PROVIDED INFORMATION START

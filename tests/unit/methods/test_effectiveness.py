"""Effectiveness relations: closed forms, tables, an independent library and limits."""

from collections.abc import Callable
from math import comb, exp, expm1, factorial

import ht
import numpy as np
import pytest
from hypothesis import given, settings
from hypothesis import strategies as st
from numpy.typing import NDArray
from scipy.integrate import solve_bvp

from crossbank_service.methods.effectiveness import (
    Circuit,
    cell,
    circuit_effectiveness,
    cocurrent,
    condensing,
    counterflow,
    counterflow_ntu,
    effectiveness,
    even_passes,
    gas_mixed,
    mixed_passes,
    ntu_for,
    one_row,
    passes_over_face,
    unmixed,
)

Floats = NDArray[np.float64]

_NTU = np.array([1.0, 2.0, 2.0, 4.0])
_RATIO = np.array([0.5, 0.5, 1.0, 0.25])

# both fluids unmixed: Mason's series at high precision, six decimals, C 0.25, 0.5, 0.75, 1
_UNMIXED = {
    0.5: (0.375094, 0.357827, 0.341595, 0.326330),
    1.0: (0.588011, 0.547490, 0.510309, 0.476222),
    2.0: (0.797422, 0.732409, 0.671080, 0.614247),
    4.0: (0.934020, 0.869687, 0.796884, 0.722426),
}

# counter-cross, mixed between passes, at (NTU, C) = (1, .5), (2, .5), (2, 1), (4, .25): row equations solved
# by a program of its own
_COUNTER_CROSS = {
    (1, 1): (0.541969, 0.702013, 0.578807, 0.870500),
    (2, 1): (0.546118, 0.724712, 0.604685, 0.918809),
    (3, 1): (0.546881, 0.728985, 0.609938, 0.927437),
    (4, 1): (0.547148, 0.730483, 0.611812, 0.930358),
    (6, 1): (0.547338, 0.731553, 0.613161, 0.932406),
    (2, 2): (0.558315, 0.752307, 0.634701, 0.939606),
    (3, 3): (0.561883, 0.764606, 0.651424, 0.953004),
    (4, 2): (0.558905, 0.756240, 0.640193, 0.947461),
    (4, 4): (0.563112, 0.768887, 0.657768, 0.957151),
    (6, 2): (0.559014, 0.756959, 0.641215, 0.948804),
    (6, 3): (0.562061, 0.765830, 0.653266, 0.955252),
    (6, 6): (0.564011, 0.772051, 0.662625, 0.960011),
    (8, 2): (0.559052, 0.757211, 0.641574, 0.949266),
    (8, 4): (0.563188, 0.769415, 0.658584, 0.958084),
}


@pytest.mark.parametrize(("rows", "passes"), list(_COUNTER_CROSS))
def test_counter_cross_table(rows: int, passes: int) -> None:
    """Counter-cross banks agree with the table to its six decimals."""
    p = effectiveness(_NTU, _RATIO, rows=rows, passes=passes)
    np.testing.assert_allclose(p, _COUNTER_CROSS[rows, passes], rtol=0.0, atol=5.1e-7)


@pytest.mark.parametrize(
    ("rows", "passes", "expected"),
    [
        (2, 2, 0.640901),
        (3, 3, 0.637384),
        (4, 2, 0.642615),
        (4, 4, 0.635518),
        (6, 3, 0.637850),
        (6, 6, 0.634392),
    ],
)
def test_co_cross_table(rows: int, passes: int, expected: float) -> None:
    """Co-cross banks at NTU 2 and C 0.5 agree with the table to its six decimals."""
    p = float(effectiveness(2.0, 0.5, rows=rows, passes=passes, counter=False))
    assert p == pytest.approx(expected, abs=5.1e-7)


def test_gas_may_be_the_larger_stream() -> None:
    """C above 1 needs no other formula: 4 rows, 4 passes, NTU 1.5, C 1.8."""
    assert float(effectiveness(1.5, 1.8, rows=4, passes=4)) == pytest.approx(0.461108, abs=5.1e-7)


@pytest.mark.parametrize("ntu", list(_UNMIXED))
def test_unmixed_table(ntu: float) -> None:
    """Both fluids unmixed agree with the table to its six decimals."""
    p = unmixed(ntu, np.array([0.25, 0.5, 0.75, 1.0]))
    np.testing.assert_allclose(p, _UNMIXED[ntu], rtol=0.0, atol=5.1e-7)


def test_mixed_streams_by_hand() -> None:
    """One stream mixed at NTU 2: tube mixed and gas mixed, six decimals of the closed forms."""
    ratio = np.array([0.25, 0.5, 0.75, 1.0])
    np.testing.assert_allclose(one_row(2.0, ratio), [0.777594, 0.702013, 0.636226, 0.578807], atol=5.1e-7)
    np.testing.assert_allclose(gas_mixed(2.0, ratio), [0.792760, 0.717546, 0.645067, 0.578807], atol=5.1e-7)


def test_two_mixed_passes() -> None:
    """Two passes of unmixed crossflow, NTU 1 each, C 0.5: counter 0.759136, co 0.645362."""
    p = unmixed(1.0, 0.5)
    assert float(mixed_passes(p, 0.5, 2, counter=True)) == pytest.approx(0.759136, abs=5.1e-7)
    assert float(mixed_passes(p, 0.5, 2, counter=False)) == pytest.approx(0.645362, abs=5.1e-7)


@pytest.mark.parametrize("ntu", [0.3, 2.0, 7.0])
@pytest.mark.parametrize("ratio", [0.1, 0.6, 1.0])
def test_basic_relations_agree_with_a_public_library(ntu: float, ratio: float) -> None:
    """`ht` gives the same values for the streams' basic arrangements (gas the smaller stream)."""
    library: Callable[..., float] = ht.effectiveness_from_NTU
    for relation, subtype in (
        (unmixed, "crossflow"),
        (one_row, "crossflow, mixed Cmax"),
        (gas_mixed, "crossflow, mixed Cmin"),
        (counterflow, "counterflow"),
        (cocurrent, "parallel"),
    ):
        expected = library(ntu, ratio, subtype=subtype)
        assert float(relation(ntu, ratio)) == pytest.approx(expected, rel=1e-9)


@pytest.mark.parametrize(("rows", "passes"), [(1, 1), (2, 1), (3, 1), (4, 1), (2, 2), (3, 3), (4, 2), (5, 5)])
@pytest.mark.parametrize(("ntu", "ratio"), [(0.7, 0.4), (2.5, 0.9), (4.0, 0.2)])
def test_banks_agree_with_a_public_library(rows: int, passes: int, ntu: float, ratio: float) -> None:
    """`ht` gives the same values for the rows and passes whose forms it has right."""
    expected = ht.temperature_effectiveness_air_cooler(ratio, ntu, rows=rows, passes=passes, coerce=False)
    assert float(effectiveness(ntu, ratio, rows=rows, passes=passes)) == pytest.approx(expected, rel=1e-9)


def _parallel_rows(ntu: float, ratio: float, rows: int) -> float:
    """One pass of any rows, closed double sum (ESDU 86018)."""
    n = ntu / rows
    gain = -expm1(-n)
    z = rows * gain * ratio
    total = 0.0
    for i in range(1, rows):
        for j in range(i + 1):
            inner = sum(z**k / factorial(k) for k in range(j + 1))
            total += comb(i, j) * gain**j * exp(-(i - j) * n) * inner
    return (1.0 - (1.0 + total) * exp(-z) / rows) / ratio


@pytest.mark.parametrize("rows", [2, 3, 5, 8, 12])
def test_one_pass_agrees_with_the_closed_sum(rows: int) -> None:
    """Rows in parallel agree with the closed double sum."""
    for ntu, ratio in ((0.4, 0.9), (3.0, 1.5), (5.0, 0.3)):
        expected = _parallel_rows(ntu, ratio, rows)
        assert float(effectiveness(ntu, ratio, rows=rows)) == pytest.approx(expected, rel=1e-12)


@pytest.mark.parametrize(("ntu", "ratio"), [(0.5, 0.8), (3.0, 0.3), (2.0, 1.6)])
def test_row_a_pass_agrees_with_closed_forms(ntu: float, ratio: float) -> None:
    """Two, three and four rows of one row a pass agree with their closed forms (Nicole 1972)."""
    for rows in (2, 3, 4):
        gain = -expm1(-ntu / rows)
        half = 1.0 - 0.5 * gain
        if rows == 2:
            xi = 0.5 * gain + half * exp(2.0 * gain * ratio)
        elif rows == 3:
            xi = gain * (1.0 - 0.25 * gain - ratio * gain * half) * exp(gain * ratio)
            xi += half**2 * exp(3.0 * gain * ratio)
        else:
            xi = 0.5 * gain * (1.0 - 0.5 * gain + 0.25 * gain**2)
            xi += gain * half * (1.0 - 2.0 * ratio * gain * half) * exp(2.0 * gain * ratio)
            xi += half**3 * exp(4.0 * gain * ratio)
        p = float(effectiveness(ntu, ratio, rows=rows, passes=rows))
        assert p == pytest.approx((1.0 - 1.0 / xi) / ratio, rel=1e-12)


def test_bank_agrees_with_a_boundary_value_solver() -> None:
    """Three rows in three passes with unequal conductances, against collocation."""
    ntu, ratio, shares = 2.4, 0.7, np.array([0.5, 0.3, 0.2])
    gain = -np.expm1(-ntu * shares)
    direction = np.array([1.0, -1.0, 1.0])  # pass order is row 3, 2, 1

    def slopes(_: Floats, t: Floats) -> Floats:
        gas = np.zeros(t.shape[1])
        out = np.empty_like(t)
        for row in range(3):
            out[row] = direction[row] * ratio * gain[row] * (gas - t[row])
            gas = (1.0 - gain[row]) * gas + gain[row] * t[row]
        return out

    def ends(start: Floats, end: Floats) -> Floats:
        return np.array([start[2] - 1.0, end[1] - end[2], start[0] - start[1]])

    x = np.linspace(0.0, 1.0, 11)
    solved = solve_bvp(slopes, ends, x, np.full((3, x.size), 0.7), tol=1e-10)
    expected = (1.0 - solved.y[0, -1]) / ratio
    p = effectiveness(ntu, ratio, rows=3, passes=3, row_shares=tuple(shares.tolist()))
    assert float(p) == pytest.approx(expected, rel=1e-8)


def test_cells_converge_to_the_bank() -> None:
    """Cells in a sweep converge to 4 rows in 2 passes from 0.756651 (one segment) at second order."""

    def march(segments: int) -> float:
        # half the tube flow in each row of a pass, 1/segments of the gas through each cell
        fall = 0.5 / segments / 0.5
        gain, damping = cell(2.0 / 4, fall)
        inlet_of_second = 1.0
        gas = np.zeros((5, segments))
        for _ in range(60):
            outlets = {}
            for rows, inlet, order in (
                ((2, 3), 1.0, range(segments)),
                ((0, 1), inlet_of_second, range(segments - 1, -1, -1)),
            ):
                for row in rows:
                    t = inlet
                    for place in order:
                        q = float(gain * damping) * (t - gas[row, place])
                        gas[row + 1, place] = gas[row, place] + q
                        t -= fall * q
                    outlets[row] = t
            inlet_of_second = 0.5 * (outlets[2] + outlets[3])
        return float(gas[4].mean())

    assert march(1) == pytest.approx(0.756651, abs=1e-6)
    assert march(4) == pytest.approx(0.756268, abs=1e-6)
    errors = [march(segments) - float(effectiveness(2.0, 0.5, rows=4, passes=2)) for segments in (8, 16)]
    assert errors[0] / errors[1] == pytest.approx(4.0, rel=0.05)


def test_constant_tube_temperature_is_exact_at_zero_ratio() -> None:
    """At C = 0 every arrangement gives 1 - e^-NTU to rounding."""
    ntu = np.array([1e-9, 0.1, 1.0, 10.0, 1e3])
    expected = condensing(ntu)
    for p in (
        effectiveness(ntu, 0.0, rows=4, passes=2),
        effectiveness(ntu, 0.0, rows=5, passes=1),
        unmixed(ntu, 0.0),
        one_row(ntu, 0.0),
        gas_mixed(ntu, 0.0),
        counterflow(ntu, 0.0),
        cocurrent(ntu, 0.0),
        passes_over_face(ntu, 0.0, Circuit((2,)), 3),
    ):
        np.testing.assert_allclose(p, expected, rtol=5e-15)


def test_many_rows_in_one_pass_tend_to_unmixed() -> None:
    """Endless rows in one pass are crossflow with both fluids unmixed; the gap falls with rows squared."""
    gaps = [float(unmixed(3.0, 0.8) - effectiveness(3.0, 0.8, rows=rows)) for rows in (20, 40)]
    assert 0.0 < gaps[1] < gaps[0] < 1e-3
    assert gaps[0] / gaps[1] == pytest.approx(4.0, rel=0.02)


def test_many_passes_tend_to_counterflow() -> None:
    """One row a pass tends to counterflow as rows grow."""
    gap = float(counterflow(2.0, 0.9) - effectiveness(2.0, 0.9, rows=60, passes=60))
    assert 0.0 < gap < 2e-4


@pytest.mark.parametrize("ratio", [0.0, 1e-8, 0.5, 1.0, 1.0 + 1e-9, 1.8, 50.0, 1e8])
def test_huge_ntu_stays_finite_and_at_most_counterflow(ratio: float) -> None:
    """NTU up to 1e300 gives a finite P that does not pass counterflow."""
    ntu = np.array([1e3, 1e6, 1e300])
    for p in (
        effectiveness(ntu, ratio, rows=4, passes=4),
        effectiveness(ntu, ratio, rows=6, passes=2, counter=False),
        one_row(ntu, ratio),
        gas_mixed(ntu, ratio),
        cocurrent(ntu, ratio),
        unmixed(ntu, ratio),
        passes_over_face(ntu, ratio, Circuit((2, 2)), 2),
    ):
        assert np.isfinite(p).all()
        assert (p >= 0.0).all()
        assert (p <= counterflow(ntu, ratio) * (1.0 + 1e-12)).all()


_WIDE = st.floats(-6.0, 3.0).map(lambda power: 10.0**power)


@settings(max_examples=60, deadline=None)
@given(
    ntu=_WIDE,
    ratio=st.one_of(st.just(0.0), _WIDE),
    rows=st.integers(1, 8),
    data=st.data(),
)
def test_any_bank_lies_between_nothing_and_counterflow(
    ntu: float, ratio: float, rows: int, data: st.DataObject
) -> None:
    """Any bank at any NTU and C gives a P between 0 and counterflow."""
    passes = data.draw(st.integers(1, rows))
    counter = data.draw(st.booleans())
    p = float(effectiveness(ntu, ratio, rows=rows, passes=passes, counter=counter))
    best = float(counterflow(ntu, ratio))
    assert 0.0 < p <= best * (1.0 + 1e-12)
    if counter:
        assert p >= float(one_row(ntu, ratio)) * (1.0 - 1e-12)


def test_a_case_does_not_depend_on_its_neighbours() -> None:
    """A case alone gives the same bits as among others."""
    ntu, ratio = np.array([0.2, 3.0, 1e3, 1.1]), np.array([0.0, 0.7, 40.0, 1e-5])
    circuits = (Circuit((2, 2)), Circuit((1, 1, 1)), Circuit((4,)), Circuit((3, 2), counter=False))
    for circuit in circuits:
        together = circuit_effectiveness(ntu, ratio, circuit)
        alone = [float(circuit_effectiveness(ntu[i], ratio[i], circuit)) for i in range(4)]
        assert together.tolist() == alone
    together = unmixed(ntu, ratio)
    assert together.tolist() == [float(unmixed(ntu[i], ratio[i])) for i in range(4)]


def test_counterflow_ntu_inverts_counterflow() -> None:
    """NTU comes back from P, also beside C = 1."""
    ntu = np.array([0.01, 0.5, 2.0, 5.0])
    for ratio in (0.0, 0.4, 1.0 - 1e-9, 1.0, 1.0 + 1e-9, 2.5):
        np.testing.assert_allclose(counterflow_ntu(counterflow(ntu, ratio), ratio), ntu, rtol=2e-10)


def test_ntu_comes_back_and_the_impossible_is_said() -> None:
    """The NTU of a bank is found from its P; a P the bank never reaches is marked."""
    ntu, ratio = np.array([0.3, 1.0, 4.0, 0.0]), np.array([0.0, 0.5, 1.2, 0.5])

    def relation(n: Floats, c: Floats) -> Floats:
        return effectiveness(n, c, rows=4, passes=2)

    found, reached = ntu_for(relation(ntu, ratio), ratio, relation)
    assert reached.all()
    np.testing.assert_allclose(found, ntu, rtol=1e-10, atol=1e-14)
    _, reached = ntu_for(np.array([0.9, 0.6]), np.array([0.5, 0.5]), one_row)
    # one row ends at (1 - e^-C)/C = 0.787
    assert reached.tolist() == [False, True]


def test_passes_over_the_face_by_hand() -> None:
    """Two half faces of one row in series: 1 - (1 - q)^2 with q = C p/2."""
    ntu, ratio = 1.5, 0.8
    q = 0.5 * ratio * float(one_row(ntu, 0.5 * ratio))
    p = float(passes_over_face(ntu, ratio, Circuit((1,)), 2))
    assert p == pytest.approx((1.0 - (1.0 - q) ** 2) / ratio, rel=1e-14)


def test_joined_passes_by_pattern() -> None:
    """4 rows in 2 passes, NTU 2, C 0.5: how passes are joined moves P by a few thousandths."""
    p = {
        "matching": circuit_effectiveness(2.0, 0.5, Circuit((2, 2), connection="matching")),
        "nested": circuit_effectiveness(2.0, 0.5, Circuit((2, 2), connection="nested")),
        "same way": circuit_effectiveness(2.0, 0.5, Circuit((2, 2), connection="matching", alternate=False)),
        "unequal": circuit_effectiveness(2.0, 0.5, Circuit((2, 2), row_shares=(0.4, 0.3, 0.2, 0.1))),
    }
    expected = {"matching": 0.757719, "nested": 0.754740, "same way": 0.761132, "unequal": 0.748535}
    for name, value in expected.items():
        assert float(p[name]) == pytest.approx(value, abs=5.1e-7)


def test_rows_that_do_not_fit_are_refused_in_words() -> None:
    """Impossible circuits are refused with a sentence that names the quantity."""
    with pytest.raises(ValueError, match="rows_per_pass"):
        effectiveness(1.0, 0.5, rows=5, passes=(2, 2))
    with pytest.raises(ValueError, match="must be equal"):
        effectiveness(1.0, 0.5, rows=5, passes=2, connection="matching")
    with pytest.raises(ValueError, match="row_shares"):
        Circuit((2,), row_shares=(1.0,))
    with pytest.raises(ValueError, match="passes 3"):
        even_passes(2, 3)


def test_uneven_rows_go_to_the_first_passes() -> None:
    """Seven rows in three passes are 3, 2 and 2."""
    assert even_passes(7, 3) == (3, 2, 2)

PROVIDED INFORMATION END

### ASSIGNED TASK
In the material above, locate the line containing "gas = np.zeros((5, segments))" and the line containing "outlets[row] = t". Transcribe exactly those two lines and every line between them, and nothing more.

### EXERCISE RESPONSE
        gas = np.zeros((5, segments))
        for _ in range(60):
            outlets = {}
            for rows, inlet, order in (
                ((2, 3), 1.0, range(segments)),
                ((0, 1), inlet_of_second, range(segments - 1, -1, -1)),
            ):
                for row in rows:
                    t = inlet
                    for place in order:
                        q = float(gain * damping) * (t - gas[row, place])
                        gas[row + 1, place] = gas[row, place] + q
                        t -= fall * q
                    outlets[row] = t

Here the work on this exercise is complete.